## [Work to be completed]
Please reproduce exactly the lines from the start of the records through the one containing "mapping = scene.mapping", and nothing more.

[Extracted data entries]

>>

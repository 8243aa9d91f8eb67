"""Radiance of layers and curtains of particles over a background."""
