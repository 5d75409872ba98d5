"""`goniosim begin`: the starter scene loads, and follows from the side of the eye."""

from __future__ import annotations

import pytest

import goniosim
from goniosim.cli.main import run


@pytest.mark.parametrize(
    "side, seat, turn, target", [("right", 9.0, "left", 3.0), ("left", 3.0, "right", 9.0)]
)
def test_a_starter_scene_loads_and_sees(tmp_path, monkeypatch, side, seat, turn, target):
    monkeypatch.chdir(tmp_path)
    assert run(["begin", "my case.yaml", "--side", side]) == 0
    scene = goniosim.load_scene("my case.yaml")
    mapping = scene.mapping
    assert mapping["name"] == "my-case" and mapping["surgeon"]["seat_clock"] == seat
    assert mapping["head"]["turn_toward"] == turn and mapping["target"]["clock"] == target
    assert goniosim.plan(scene).sighting.seen


def test_a_pool_and_no_lens_need_no_fluid(tmp_path, monkeypatch):
    monkeypatch.chdir(tmp_path)
    assert run(["begin", "pool", "--lens", "saline-pool", "--tilt", "25", "--turn", "30"]) == 0
    assert goniosim.load_scene("pool.yaml").mapping["lens"]["fluid"] is None
    assert run(["begin", "bare", "--lens", "none"]) == 0
    assert goniosim.load_scene("bare.yaml").mapping["lens"] == "none"


def test_a_file_that_is_there_is_kept_and_a_wrong_name_writes_nothing(tmp_path, monkeypatch, capsys):
    monkeypatch.chdir(tmp_path)
    (tmp_path / "case.yaml").write_text("mine")
    assert run(["begin", "case.yaml"]) == 2
    assert (
        capsys.readouterr().err
        == "case.yaml is there already; give another name, or --replace to write over it\n"
    )
    assert run(["begin", "new.yaml", "--lens", "no-such"]) == 3
    assert capsys.readouterr().err.startswith("new.yaml has 1 problem\n")
    assert [path.name for path in tmp_path.iterdir()] == ["case.yaml"]
    assert (tmp_path / "case.yaml").read_text() == "mine"


def test_every_value_has_a_comment_with_its_range(tmp_path, monkeypatch):
    monkeypatch.chdir(tmp_path)
    assert run(["begin", "case"]) == 0
    text = (tmp_path / "case.yaml").read_text()
    assert "# lean of the oculars toward the surgeon, from 0 to 90 deg" in text
    plain = [
        line
        for line in text.splitlines()
        if line.strip() and not line.lstrip().startswith("#") and not line.endswith(":")
    ]
    bare = [line for line in plain if " # " not in line]
    assert bare == ["goniosim: scene", "schema: 1", "title: Right eye"]
    assert max(map(len, text.splitlines())) <= 130


@pytest.mark.parametrize("file, name", [("Été 3.yaml", "t-3"), ("_.yaml", "case"), ("OD-2.yaml", "od-2")])
def test_any_file_name_gives_a_name_that_the_plan_takes(tmp_path, monkeypatch, file, name):
    monkeypatch.chdir(tmp_path)
    assert run(["begin", file]) == 0
    assert goniosim.load_scene(file).mapping["name"] == name
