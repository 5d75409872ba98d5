"""A plan's folder is written whole or not at all, and nothing that a plan did not write is touched."""

from __future__ import annotations

import os

import pytest

from goniosim.cli.folder import write_plan_folder
from goniosim.errors import Misuse

PLAN = {"plan.json": '{"goniosim": "plan"}\n', "cross-section.svg": "<svg/>"}


def test_a_folder_is_written_and_renewed_as_a_whole(tmp_path):
    write_plan_folder(tmp_path / "case", PLAN)
    assert sorted(os.listdir(tmp_path / "case")) == ["cross-section.svg", "plan.json"]
    write_plan_folder(tmp_path / "case", {"plan.json": '{"goniosim": "plan", "n": 2}\n'})
    assert os.listdir(tmp_path / "case") == ["plan.json"]
    assert '"n": 2' in (tmp_path / "case" / "plan.json").read_text()
    assert os.listdir(tmp_path) == ["case"], "no temporary folder is left behind"


def test_parents_are_made(tmp_path):
    write_plan_folder(tmp_path / "a" / "b", PLAN)
    assert (tmp_path / "a" / "b" / "plan.json").exists()


def test_a_folder_with_a_file_of_the_users_is_left_alone_and_named(tmp_path):
    write_plan_folder(tmp_path / "case", PLAN)
    (tmp_path / "case" / "my-notes.txt").write_text("mine")
    with pytest.raises(Misuse) as caught:
        write_plan_folder(tmp_path / "case", PLAN)
    assert str(caught.value) == (
        "the folder case holds my-notes.txt, which no plan wrote; it is left alone; "
        "choose another folder with --into DIR"
    )
    assert (tmp_path / "case" / "my-notes.txt").read_text() == "mine"


def test_a_plan_json_of_something_else_is_left_alone(tmp_path):
    (tmp_path / "case").mkdir()
    (tmp_path / "case" / "plan.json").write_text('{"floors": 3}')
    with pytest.raises(Misuse, match="was not written by a plan"):
        write_plan_folder(tmp_path / "case", PLAN)
    assert (tmp_path / "case" / "plan.json").read_text() == '{"floors": 3}'


def test_a_file_or_a_link_in_the_way_is_left_alone(tmp_path):
    (tmp_path / "case").write_text("a file")
    with pytest.raises(Misuse, match="case is in the way and is not a folder"):
        write_plan_folder(tmp_path / "case", PLAN)
    (tmp_path / "link").symlink_to(tmp_path / "nowhere")
    with pytest.raises(Misuse, match="link is in the way and is not a folder"):
        write_plan_folder(tmp_path / "link", PLAN)
    assert (tmp_path / "case").read_text() == "a file"


def test_a_place_that_cannot_be_written_is_named_and_nothing_is_left(tmp_path):
    (tmp_path / "file").write_text("")
    with pytest.raises(
        Misuse, match="the folder case cannot be written in .*file: .*; choose another with --into DIR"
    ):
        write_plan_folder(tmp_path / "file" / "case", PLAN)
    assert os.listdir(tmp_path) == ["file"]


@pytest.mark.parametrize("at", ["write", "swap"])
def test_an_interruption_leaves_the_old_plan_whole(tmp_path, monkeypatch, at):
    write_plan_folder(tmp_path / "case", PLAN)

    def interrupted(*_, **__):
        raise KeyboardInterrupt

    if at == "write":
        monkeypatch.setattr("pathlib.Path.write_text", interrupted)
    else:
        monkeypatch.setattr("goniosim.cli.folder._swap", interrupted)
    with pytest.raises(KeyboardInterrupt):
        write_plan_folder(tmp_path / "case", {"plan.json": "new"})
    monkeypatch.undo()
    assert os.listdir(tmp_path) == ["case"]
    assert (tmp_path / "case" / "plan.json").read_text() == PLAN["plan.json"]


def test_ctrl_c_between_the_two_renames_puts_the_old_plan_back(tmp_path, monkeypatch):
    write_plan_folder(tmp_path / "case", PLAN)
    renames = []

    def rename(source, goal, real=os.rename):
        renames.append(goal)
        if len(renames) == 2:
            raise KeyboardInterrupt
        real(source, goal)

    monkeypatch.setattr("os.rename", rename)
    with pytest.raises(KeyboardInterrupt):
        write_plan_folder(tmp_path / "case", {"plan.json": "new"})
    monkeypatch.undo()
    assert os.listdir(tmp_path) == ["case"] and len(renames) == 3
    assert (tmp_path / "case" / "plan.json").read_text() == PLAN["plan.json"]


def test_a_folder_that_cannot_be_read_is_named(tmp_path, monkeypatch):
    def refused(_):
        raise PermissionError(13, "Permission denied")

    (tmp_path / "case").mkdir()
    monkeypatch.setattr("os.listdir", refused)
    with pytest.raises(Misuse, match="the folder case cannot be read: Permission denied"):
        write_plan_folder(tmp_path / "case", PLAN)
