"""The progress bar: only on a terminal, only for work that lasts, and gone at the end."""

from __future__ import annotations

import io

from goniosim.cli.progress import SHOW_AFTER_S, Progress


class Terminal(io.StringIO):
    def isatty(self) -> bool:
        return True


def test_nothing_where_the_stream_is_no_terminal():
    stream = io.StringIO()
    progress = Progress(stream)
    progress.begun -= 10.0 * SHOW_AFTER_S
    progress("cut-offs", 2, 5)
    progress.close()
    assert stream.getvalue() == ""


def test_nothing_within_the_first_second():
    stream = Terminal()
    progress = Progress(stream)
    progress("cut-offs", 2, 5)
    progress.close()
    assert stream.getvalue() == ""


def test_a_bar_after_a_second_and_a_clean_line_at_the_end():
    stream = Terminal()
    progress = Progress(stream)
    progress.begun -= 2.0 * SHOW_AFTER_S
    progress("cut-offs", 1, 2)
    shown = stream.getvalue()
    assert shown.startswith("\r[############............] cut-offs")
    progress.close()
    wiped = stream.getvalue().removeprefix(shown)
    assert wiped.strip("\r ") == "" and len(wiped.strip("\r")) >= len(shown.strip("\r"))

<<

## [Output below]
repository 8243aa9d91f8eb67
"""Radiance of layers and curtains of particles over a background."""
repository 5d75409872ba98d5
"""`goniosim begin`: the starter scene loads, and follows from the side of the eye."""

from __future__ import annotations

import pytest

import goniosim
from goniosim.cli.main import run


@pytest.mark.parametrize(
    "side, seat, turn, target", [("right", 9.0, "left", 3.0), ("left", 3.0, "right", 9.0)]
)
def test_a_starter_scene_loads_and_sees(tmp_path, monkeypatch, side, seat, turn, target):
    monkeypatch.chdir(tmp_path)
    assert run(["begin", "my case.yaml", "--side", side]) == 0
    scene = goniosim.load_scene("my case.yaml")
    mapping = scene.mapping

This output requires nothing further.